Stored data entries

————————

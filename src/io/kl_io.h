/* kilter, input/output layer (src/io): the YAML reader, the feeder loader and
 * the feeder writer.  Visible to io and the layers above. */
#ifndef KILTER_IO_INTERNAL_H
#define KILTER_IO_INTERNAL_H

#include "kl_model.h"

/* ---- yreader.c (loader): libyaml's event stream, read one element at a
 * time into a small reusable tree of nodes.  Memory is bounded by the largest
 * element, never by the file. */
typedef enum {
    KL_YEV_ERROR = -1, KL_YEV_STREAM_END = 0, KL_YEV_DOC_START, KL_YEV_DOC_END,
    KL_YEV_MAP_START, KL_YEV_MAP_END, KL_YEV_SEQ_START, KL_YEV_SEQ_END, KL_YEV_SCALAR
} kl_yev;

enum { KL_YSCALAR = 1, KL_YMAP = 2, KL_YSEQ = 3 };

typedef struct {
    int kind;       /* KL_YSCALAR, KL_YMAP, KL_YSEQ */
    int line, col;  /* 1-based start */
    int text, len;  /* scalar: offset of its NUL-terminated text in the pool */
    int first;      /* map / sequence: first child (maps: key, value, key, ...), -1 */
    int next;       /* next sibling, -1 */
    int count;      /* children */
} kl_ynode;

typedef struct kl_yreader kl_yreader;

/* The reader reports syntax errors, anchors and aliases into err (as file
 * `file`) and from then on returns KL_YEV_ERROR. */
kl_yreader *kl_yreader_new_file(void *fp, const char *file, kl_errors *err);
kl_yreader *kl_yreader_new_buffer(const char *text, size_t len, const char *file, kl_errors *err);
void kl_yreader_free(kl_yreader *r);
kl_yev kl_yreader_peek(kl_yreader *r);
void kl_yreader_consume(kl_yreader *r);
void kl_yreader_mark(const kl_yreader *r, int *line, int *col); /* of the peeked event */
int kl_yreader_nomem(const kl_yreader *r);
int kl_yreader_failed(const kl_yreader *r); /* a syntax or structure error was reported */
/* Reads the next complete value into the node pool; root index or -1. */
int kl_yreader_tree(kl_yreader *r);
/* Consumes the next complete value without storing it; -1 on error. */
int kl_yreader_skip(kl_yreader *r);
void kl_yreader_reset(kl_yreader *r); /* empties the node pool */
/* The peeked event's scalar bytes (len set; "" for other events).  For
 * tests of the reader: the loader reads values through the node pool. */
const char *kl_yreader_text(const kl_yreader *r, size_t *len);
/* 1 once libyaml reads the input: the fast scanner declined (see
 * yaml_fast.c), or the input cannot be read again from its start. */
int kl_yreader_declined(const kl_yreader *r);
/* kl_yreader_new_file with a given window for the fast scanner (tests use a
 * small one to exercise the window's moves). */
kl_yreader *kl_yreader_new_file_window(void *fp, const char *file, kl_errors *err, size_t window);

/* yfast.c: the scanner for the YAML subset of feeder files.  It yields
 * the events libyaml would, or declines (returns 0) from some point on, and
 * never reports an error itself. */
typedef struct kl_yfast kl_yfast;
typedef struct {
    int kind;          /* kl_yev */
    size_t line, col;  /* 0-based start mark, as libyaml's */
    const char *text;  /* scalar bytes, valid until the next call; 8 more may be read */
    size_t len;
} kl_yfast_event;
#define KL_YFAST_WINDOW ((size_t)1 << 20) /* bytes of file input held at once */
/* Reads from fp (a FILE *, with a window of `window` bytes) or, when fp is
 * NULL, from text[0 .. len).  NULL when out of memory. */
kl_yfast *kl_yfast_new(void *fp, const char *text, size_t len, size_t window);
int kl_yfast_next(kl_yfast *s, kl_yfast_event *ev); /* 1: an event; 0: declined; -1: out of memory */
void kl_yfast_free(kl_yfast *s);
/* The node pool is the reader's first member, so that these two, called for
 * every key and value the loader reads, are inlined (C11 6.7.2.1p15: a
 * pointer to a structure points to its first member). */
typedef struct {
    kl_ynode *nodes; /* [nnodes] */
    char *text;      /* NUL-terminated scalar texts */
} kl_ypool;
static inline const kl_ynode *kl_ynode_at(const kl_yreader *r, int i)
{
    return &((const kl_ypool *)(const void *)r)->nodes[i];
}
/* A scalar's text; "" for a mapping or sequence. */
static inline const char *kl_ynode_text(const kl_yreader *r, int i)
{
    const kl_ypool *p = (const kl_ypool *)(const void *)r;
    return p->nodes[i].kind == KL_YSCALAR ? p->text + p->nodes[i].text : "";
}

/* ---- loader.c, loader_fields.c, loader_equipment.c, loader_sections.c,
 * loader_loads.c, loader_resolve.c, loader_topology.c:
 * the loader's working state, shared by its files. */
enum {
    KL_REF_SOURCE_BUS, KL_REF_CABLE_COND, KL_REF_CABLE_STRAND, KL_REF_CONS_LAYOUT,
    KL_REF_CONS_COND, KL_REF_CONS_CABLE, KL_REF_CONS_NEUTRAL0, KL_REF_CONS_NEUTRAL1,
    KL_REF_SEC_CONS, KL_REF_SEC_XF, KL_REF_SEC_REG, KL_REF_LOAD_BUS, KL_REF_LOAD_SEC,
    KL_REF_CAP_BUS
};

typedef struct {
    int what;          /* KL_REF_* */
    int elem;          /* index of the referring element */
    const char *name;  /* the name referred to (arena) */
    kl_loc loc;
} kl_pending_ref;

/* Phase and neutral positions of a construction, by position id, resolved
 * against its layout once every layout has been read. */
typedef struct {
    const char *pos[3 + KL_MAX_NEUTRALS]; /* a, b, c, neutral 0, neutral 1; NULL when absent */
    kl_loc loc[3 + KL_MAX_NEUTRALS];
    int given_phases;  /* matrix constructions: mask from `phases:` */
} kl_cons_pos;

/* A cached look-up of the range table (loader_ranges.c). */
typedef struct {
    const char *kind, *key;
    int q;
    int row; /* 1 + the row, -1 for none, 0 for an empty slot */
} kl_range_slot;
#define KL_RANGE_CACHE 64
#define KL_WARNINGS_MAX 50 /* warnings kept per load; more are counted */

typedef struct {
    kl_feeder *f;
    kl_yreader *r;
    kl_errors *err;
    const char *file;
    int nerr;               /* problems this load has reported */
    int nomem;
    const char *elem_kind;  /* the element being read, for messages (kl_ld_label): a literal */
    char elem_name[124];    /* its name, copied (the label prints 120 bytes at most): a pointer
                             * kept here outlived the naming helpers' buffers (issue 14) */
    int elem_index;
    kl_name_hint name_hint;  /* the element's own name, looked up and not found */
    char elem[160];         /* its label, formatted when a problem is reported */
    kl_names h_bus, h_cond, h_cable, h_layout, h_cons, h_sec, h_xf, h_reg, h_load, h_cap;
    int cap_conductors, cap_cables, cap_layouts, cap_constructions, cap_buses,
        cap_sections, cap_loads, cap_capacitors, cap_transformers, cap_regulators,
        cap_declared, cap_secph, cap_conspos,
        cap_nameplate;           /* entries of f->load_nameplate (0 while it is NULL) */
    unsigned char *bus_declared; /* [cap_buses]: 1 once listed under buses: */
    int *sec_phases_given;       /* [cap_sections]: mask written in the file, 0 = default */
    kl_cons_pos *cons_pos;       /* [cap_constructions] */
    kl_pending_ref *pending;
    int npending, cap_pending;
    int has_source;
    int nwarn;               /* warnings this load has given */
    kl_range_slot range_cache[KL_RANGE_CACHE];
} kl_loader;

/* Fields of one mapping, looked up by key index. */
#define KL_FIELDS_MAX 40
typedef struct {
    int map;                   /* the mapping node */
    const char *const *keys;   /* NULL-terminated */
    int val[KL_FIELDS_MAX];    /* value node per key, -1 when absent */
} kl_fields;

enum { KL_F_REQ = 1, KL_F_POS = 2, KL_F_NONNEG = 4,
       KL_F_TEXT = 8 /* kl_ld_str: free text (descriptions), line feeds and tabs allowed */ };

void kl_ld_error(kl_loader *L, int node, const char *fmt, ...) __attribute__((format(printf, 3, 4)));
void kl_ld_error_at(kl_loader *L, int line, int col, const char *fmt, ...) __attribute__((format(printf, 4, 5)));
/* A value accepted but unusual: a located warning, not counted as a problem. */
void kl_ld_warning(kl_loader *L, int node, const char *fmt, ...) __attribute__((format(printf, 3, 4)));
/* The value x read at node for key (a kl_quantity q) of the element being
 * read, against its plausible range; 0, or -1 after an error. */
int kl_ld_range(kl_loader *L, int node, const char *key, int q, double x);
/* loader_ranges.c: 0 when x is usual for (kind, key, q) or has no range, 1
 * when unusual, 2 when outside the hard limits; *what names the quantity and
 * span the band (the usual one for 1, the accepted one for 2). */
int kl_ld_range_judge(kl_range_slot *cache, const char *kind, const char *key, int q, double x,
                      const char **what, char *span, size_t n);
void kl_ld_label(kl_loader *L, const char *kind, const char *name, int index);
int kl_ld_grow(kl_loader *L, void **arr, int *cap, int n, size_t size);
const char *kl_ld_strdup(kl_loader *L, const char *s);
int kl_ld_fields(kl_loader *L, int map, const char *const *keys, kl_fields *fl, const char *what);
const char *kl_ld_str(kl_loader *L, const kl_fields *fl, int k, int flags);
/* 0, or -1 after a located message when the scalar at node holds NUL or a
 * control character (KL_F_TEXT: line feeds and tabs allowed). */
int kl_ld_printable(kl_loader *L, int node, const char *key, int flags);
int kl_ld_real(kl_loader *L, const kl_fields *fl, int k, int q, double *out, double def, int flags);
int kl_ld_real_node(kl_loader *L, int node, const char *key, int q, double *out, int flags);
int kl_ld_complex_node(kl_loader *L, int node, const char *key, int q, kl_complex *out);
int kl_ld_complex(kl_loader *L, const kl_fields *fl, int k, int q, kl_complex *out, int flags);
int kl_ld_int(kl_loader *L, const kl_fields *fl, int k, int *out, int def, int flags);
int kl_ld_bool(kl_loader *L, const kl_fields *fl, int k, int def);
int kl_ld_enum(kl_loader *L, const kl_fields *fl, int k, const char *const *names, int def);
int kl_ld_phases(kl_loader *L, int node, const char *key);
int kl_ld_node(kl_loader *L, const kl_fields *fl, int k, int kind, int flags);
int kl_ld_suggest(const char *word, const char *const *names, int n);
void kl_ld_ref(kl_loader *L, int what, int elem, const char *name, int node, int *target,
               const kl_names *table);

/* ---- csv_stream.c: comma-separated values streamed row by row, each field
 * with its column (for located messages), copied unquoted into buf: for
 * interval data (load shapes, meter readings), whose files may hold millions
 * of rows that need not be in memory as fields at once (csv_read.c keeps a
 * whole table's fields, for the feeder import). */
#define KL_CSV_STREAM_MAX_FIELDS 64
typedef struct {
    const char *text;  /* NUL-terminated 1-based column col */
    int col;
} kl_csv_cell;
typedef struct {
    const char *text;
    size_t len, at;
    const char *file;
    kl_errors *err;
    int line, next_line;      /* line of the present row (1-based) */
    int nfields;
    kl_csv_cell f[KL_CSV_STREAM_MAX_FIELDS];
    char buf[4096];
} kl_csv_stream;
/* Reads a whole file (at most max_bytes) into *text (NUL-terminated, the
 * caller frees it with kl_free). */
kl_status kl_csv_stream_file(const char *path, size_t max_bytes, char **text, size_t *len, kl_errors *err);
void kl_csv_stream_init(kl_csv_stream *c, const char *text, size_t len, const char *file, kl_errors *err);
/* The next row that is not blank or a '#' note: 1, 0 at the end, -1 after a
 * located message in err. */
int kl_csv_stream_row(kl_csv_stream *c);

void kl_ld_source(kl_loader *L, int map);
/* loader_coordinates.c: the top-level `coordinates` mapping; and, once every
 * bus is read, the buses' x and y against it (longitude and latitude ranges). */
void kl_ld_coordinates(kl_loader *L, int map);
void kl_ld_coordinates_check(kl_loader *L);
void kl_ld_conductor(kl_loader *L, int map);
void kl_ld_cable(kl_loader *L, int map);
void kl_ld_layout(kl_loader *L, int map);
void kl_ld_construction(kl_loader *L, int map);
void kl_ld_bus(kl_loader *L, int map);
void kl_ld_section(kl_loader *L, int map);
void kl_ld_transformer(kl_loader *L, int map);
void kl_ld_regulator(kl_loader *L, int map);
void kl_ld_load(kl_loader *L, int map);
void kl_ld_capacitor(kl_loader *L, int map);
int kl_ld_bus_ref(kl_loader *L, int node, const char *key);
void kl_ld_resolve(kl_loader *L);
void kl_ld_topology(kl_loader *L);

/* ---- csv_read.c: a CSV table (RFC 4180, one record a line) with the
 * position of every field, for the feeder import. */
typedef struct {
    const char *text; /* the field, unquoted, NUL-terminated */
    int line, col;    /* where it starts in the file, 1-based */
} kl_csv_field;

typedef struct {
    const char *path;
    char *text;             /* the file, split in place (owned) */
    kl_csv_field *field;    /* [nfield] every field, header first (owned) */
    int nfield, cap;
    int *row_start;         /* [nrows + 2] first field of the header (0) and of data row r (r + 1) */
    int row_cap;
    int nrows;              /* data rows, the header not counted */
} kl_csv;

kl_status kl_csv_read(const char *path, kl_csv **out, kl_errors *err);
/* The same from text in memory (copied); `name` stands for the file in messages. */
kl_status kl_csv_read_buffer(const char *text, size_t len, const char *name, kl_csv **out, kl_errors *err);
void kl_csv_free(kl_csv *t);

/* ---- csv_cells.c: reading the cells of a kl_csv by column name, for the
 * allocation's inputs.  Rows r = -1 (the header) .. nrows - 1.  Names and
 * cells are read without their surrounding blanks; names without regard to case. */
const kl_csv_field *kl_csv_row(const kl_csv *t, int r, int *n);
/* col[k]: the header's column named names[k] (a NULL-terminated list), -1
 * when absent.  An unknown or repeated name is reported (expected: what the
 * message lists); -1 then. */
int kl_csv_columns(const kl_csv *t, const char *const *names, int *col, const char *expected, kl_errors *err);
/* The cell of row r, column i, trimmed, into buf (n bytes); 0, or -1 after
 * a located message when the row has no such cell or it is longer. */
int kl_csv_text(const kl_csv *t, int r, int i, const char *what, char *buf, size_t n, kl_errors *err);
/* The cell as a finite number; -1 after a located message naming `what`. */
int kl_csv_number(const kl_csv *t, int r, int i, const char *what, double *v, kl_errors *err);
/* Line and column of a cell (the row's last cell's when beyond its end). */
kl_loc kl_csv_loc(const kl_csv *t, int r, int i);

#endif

————————

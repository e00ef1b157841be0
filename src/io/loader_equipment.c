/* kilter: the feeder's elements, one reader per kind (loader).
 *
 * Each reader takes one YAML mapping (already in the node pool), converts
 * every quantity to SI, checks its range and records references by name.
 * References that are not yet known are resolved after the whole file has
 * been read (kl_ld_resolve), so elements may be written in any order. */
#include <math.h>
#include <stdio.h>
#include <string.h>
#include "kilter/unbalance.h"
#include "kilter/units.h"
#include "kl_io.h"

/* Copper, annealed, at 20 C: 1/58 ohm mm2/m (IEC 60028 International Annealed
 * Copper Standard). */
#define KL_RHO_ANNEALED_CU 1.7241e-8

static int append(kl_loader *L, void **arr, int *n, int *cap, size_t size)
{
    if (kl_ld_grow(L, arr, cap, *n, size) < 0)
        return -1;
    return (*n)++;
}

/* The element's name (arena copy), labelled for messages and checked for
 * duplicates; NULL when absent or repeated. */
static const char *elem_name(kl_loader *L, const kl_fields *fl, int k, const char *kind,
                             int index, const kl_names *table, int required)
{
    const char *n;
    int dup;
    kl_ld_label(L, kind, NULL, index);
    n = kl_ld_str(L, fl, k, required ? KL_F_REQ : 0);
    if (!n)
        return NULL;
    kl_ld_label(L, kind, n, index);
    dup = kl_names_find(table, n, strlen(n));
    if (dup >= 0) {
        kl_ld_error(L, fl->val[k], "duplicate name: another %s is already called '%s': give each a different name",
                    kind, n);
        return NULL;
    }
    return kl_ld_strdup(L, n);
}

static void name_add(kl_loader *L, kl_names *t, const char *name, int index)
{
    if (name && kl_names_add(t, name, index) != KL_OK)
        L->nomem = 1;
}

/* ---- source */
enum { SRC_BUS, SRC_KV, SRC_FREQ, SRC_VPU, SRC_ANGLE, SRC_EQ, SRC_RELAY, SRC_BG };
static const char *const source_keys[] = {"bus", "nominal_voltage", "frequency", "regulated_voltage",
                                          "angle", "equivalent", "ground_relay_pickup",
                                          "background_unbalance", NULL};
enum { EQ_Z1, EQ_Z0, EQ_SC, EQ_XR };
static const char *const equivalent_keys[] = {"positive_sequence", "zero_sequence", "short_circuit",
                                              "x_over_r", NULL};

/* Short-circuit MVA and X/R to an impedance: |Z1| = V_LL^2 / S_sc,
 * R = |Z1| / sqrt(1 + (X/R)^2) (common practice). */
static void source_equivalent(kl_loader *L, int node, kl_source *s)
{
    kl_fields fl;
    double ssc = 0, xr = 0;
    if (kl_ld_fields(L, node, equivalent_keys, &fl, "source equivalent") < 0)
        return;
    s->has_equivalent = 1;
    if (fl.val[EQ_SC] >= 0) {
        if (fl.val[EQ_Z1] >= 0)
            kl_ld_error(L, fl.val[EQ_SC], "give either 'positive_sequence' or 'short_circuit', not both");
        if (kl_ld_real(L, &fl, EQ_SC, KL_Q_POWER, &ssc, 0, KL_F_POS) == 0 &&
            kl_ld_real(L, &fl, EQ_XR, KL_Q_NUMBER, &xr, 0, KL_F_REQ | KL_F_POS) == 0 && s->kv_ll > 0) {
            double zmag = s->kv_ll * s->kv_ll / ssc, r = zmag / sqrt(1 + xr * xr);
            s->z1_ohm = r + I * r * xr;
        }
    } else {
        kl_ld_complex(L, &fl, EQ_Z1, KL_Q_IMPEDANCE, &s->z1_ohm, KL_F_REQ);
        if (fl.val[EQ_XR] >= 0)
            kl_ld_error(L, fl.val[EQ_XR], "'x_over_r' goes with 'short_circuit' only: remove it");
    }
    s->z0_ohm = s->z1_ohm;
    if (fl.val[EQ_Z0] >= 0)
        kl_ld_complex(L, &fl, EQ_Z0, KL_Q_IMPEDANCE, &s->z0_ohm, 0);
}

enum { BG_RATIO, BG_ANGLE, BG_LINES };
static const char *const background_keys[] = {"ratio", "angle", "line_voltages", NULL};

————————

» **BRIEF**
Your reply is one number: how many lines of the records above contain the word "when".

» **ANSWER FOR THE TASK**
12